_PROMPT_.
Reproduce each of the following records without any deviation.

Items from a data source
Start of Block

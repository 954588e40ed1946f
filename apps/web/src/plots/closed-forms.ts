import type { Json } from '@nightcone/models';
import { kindOf, member, numberOf } from './result-data.ts';

/**
 * Closed forms that are drawn as thin grey lines under computed levels. They are for the eye only: the checks of a
 * certificate are computed by the kernel. Energies in eV, lengths in nm, fields in T.
 */

/** ħ/e in T nm² (exact SI values of 2019). */
const fluxAreaTNm2 = 658.2119569509067;

export const magneticLengthNm = (fieldT: number): number => Math.sqrt(fluxAreaTNm2 / Math.abs(fieldT));

/** E_n = ±√(m² + 2|n|(ħv/l)²), the ladder of one Dirac cone (McClure, Phys. Rev. 104, 666 (1956)). */
export function landauLevel(n: number, fieldT: number, velocityEvNm: number, massEv = 0): number {
  if (fieldT === 0) return Math.sign(n) * Math.abs(massEv);
  const step = velocityEvNm / magneticLengthNm(fieldT);
  return (n < 0 ? -1 : 1) * Math.sqrt(massEv * massEv + 2 * Math.abs(n) * step * step);
}

type Parameters = { [name: string]: Json };

/** Width between the zeros of the wave in nm; the three ways to state it. */
export function ribbonWidthNm(parameters: Parameters): number {
  const width = parameters.width;
  const bond = numberOf(parameters.bondLengthNm, 0.142);
  const count = numberOf(member(width, 'count'));
  if (kindOf(width) === 'nm') return numberOf(member(width, 'widthNm'));
  if (kindOf(width) === 'dimer-lines') return ((count + 1) * Math.sqrt(3) * bond) / 2;
  return (1.5 * count + (member(width, 'rule') === 'geometric' ? 1 : 0.75)) * bond;
}

/** Every transverse profile is absent, so that the closed forms of an empty ribbon apply. */
export const isEmptyRibbon = (parameters: Parameters): boolean =>
  ['potentialEv', 'massEv', 'valleyMassEv', 'gaugePerNm', 'fieldProfileT'].every((name) =>
    ['none', ''].includes(kindOf(parameters[name])),
  ) && kindOf(parameters.spin) !== 'zeeman';

/**
 * Transverse wave numbers of an empty ribbon without field, those with |ħv q| up to `energyEv` (Brey & Fertig, PRB 73,
 * 235411 (2006); Berry & Mondragon, Proc. R. Soc. A 412, 53 (1987)). Empty for zigzag edges, where q depends on k.
 */
export function transverseWaveNumbers(parameters: Parameters, energyEv: number): number[] {
  const width = ribbonWidthNm(parameters);
  const velocity = numberOf(parameters.diracVelocityEvNm, 0.5751);
  const most = Math.ceil((energyEv / velocity) * (width / Math.PI)) + 2;
  const edge = kindOf(parameters.edge);
  const numbers: number[] = [];
  if (edge === 'armchair') {
    const shift = (4 * Math.PI) / (3 * Math.sqrt(3) * numberOf(parameters.bondLengthNm, 0.142));
    const first = Math.round((shift * width) / Math.PI);
    for (let n = first - most; n <= first + most; n++) numbers.push((n * Math.PI) / width - shift);
  } else if (edge === 'infinite-mass') {
    const same = member(parameters.edge, 'lowerSign') === member(parameters.edge, 'upperSign');
    for (let n = same ? 0 : 1; n <= most; n++) numbers.push(((n + (same ? 0.5 : 0)) * Math.PI) / width);
  } else if (edge === 'periodic') {
    const phase = numberOf(member(parameters.edge, 'blochPhaseRad'));
    for (let n = -most; n <= most; n++) numbers.push((2 * Math.PI * n + phase) / width);
  }
  return numbers.filter((q) => Math.abs(q) * velocity <= energyEv * 1.05);
}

End of Block

_RESULT OF THE EXERCISE_.
repository 954588e40ed1946f
filename apps/web/src/plots/closed-forms.ts
import type { Json } from '@nightcone/models';
import { kindOf, member, numberOf } from './result-data.ts';

/**
 * Closed forms that are drawn as thin grey lines under computed levels. They are for the eye only: the checks of a
 * certificate are computed by the kernel. Energies in eV, lengths in nm, fields in T.
 */

/** ħ/e in T nm² (exact SI values of 2019). */
const fluxAreaTNm2 = 658.2119569509067;

export const magneticLengthNm = (fieldT: number): number => Math.sqrt(fluxAreaTNm2 / Math.abs(fieldT));

/** E_n = ±√(m² + 2|n|(ħv/l)²), the ladder of one Dirac cone (McClure, Phys. Rev. 104, 666 (1956)). */
export function landauLevel(n: number, fieldT: number, velocityEvNm: number, massEv = 0): number {
  if (fieldT === 0) return Math.sign(n) * Math.abs(massEv);
  const step = velocityEvNm / magneticLengthNm(fieldT);
  return (n < 0 ? -1 : 1) * Math.sqrt(massEv * massEv + 2 * Math.abs(n) * step * step);
}

type Parameters = { [name: string]: Json };

/** Width between the zeros of the wave in nm; the three ways to state it. */
export function ribbonWidthNm(parameters: Parameters): number {
  const width = parameters.width;
  const bond = numberOf(parameters.bondLengthNm, 0.142);
  const count = numberOf(member(width, 'count'));
  if (kindOf(width) === 'nm') return numberOf(member(width, 'widthNm'));
  if (kindOf(width) === 'dimer-lines') return ((count + 1) * Math.sqrt(3) * bond) / 2;
  return (1.5 * count + (member(width, 'rule') === 'geometric' ? 1 : 0.75)) * bond;
}

/** Every transverse profile is absent, so that the closed forms of an empty ribbon apply. */
export const isEmptyRibbon = (parameters: Parameters): boolean =>
  ['potentialEv', 'massEv', 'valleyMassEv', 'gaugePerNm', 'fieldProfileT'].every((name) =>
    ['none', ''].includes(kindOf(parameters[name])),
  ) && kindOf(parameters.spin) !== 'zeeman';

/**
 * Transverse wave numbers of an empty ribbon without field, those with |ħv q| up to `energyEv` (Brey & Fertig, PRB 73,
 * 235411 (2006); Berry & Mondragon, Proc. R. Soc. A 412, 53 (1987)). Empty for zigzag edges, where q depends on k.
 */
export function transverseWaveNumbers(parameters: Parameters, energyEv: number): number[] {
  const width = ribbonWidthNm(parameters);
  const velocity = numberOf(parameters.diracVelocityEvNm, 0.5751);
  const most = Math.ceil((energyEv / velocity) * (width / Math.PI)) + 2;
  const edge = kindOf(parameters.edge);
  const numbers: number[] = [];
  if (edge === 'armchair') {
    const shift = (4 * Math.PI) / (3 * Math.sqrt(3) * numberOf(parameters.bondLengthNm, 0.142));
    const first = Math.round((shift * width) / Math.PI);
    for (let n = first - most; n <= first + most; n++) numbers.push((n * Math.PI) / width - shift);
  } else if (edge === 'infinite-mass') {
    const same = member(parameters.edge, 'lowerSign') === member(parameters.edge, 'upperSign');
    for (let n = same ? 0 : 1; n <= most; n++) numbers.push(((n + (same ? 0.5 : 0)) * Math.PI) / width);
  } else if (edge === 'periodic') {
    const phase = numberOf(member(parameters.edge, 'blochPhaseRad'));
    for (let n = -most; n <= most; n++) numbers.push((2 * Math.PI * n + phase) / width);
  }
  return numbers.filter((q) => Math.abs(q) * velocity <= energyEv * 1.05);
}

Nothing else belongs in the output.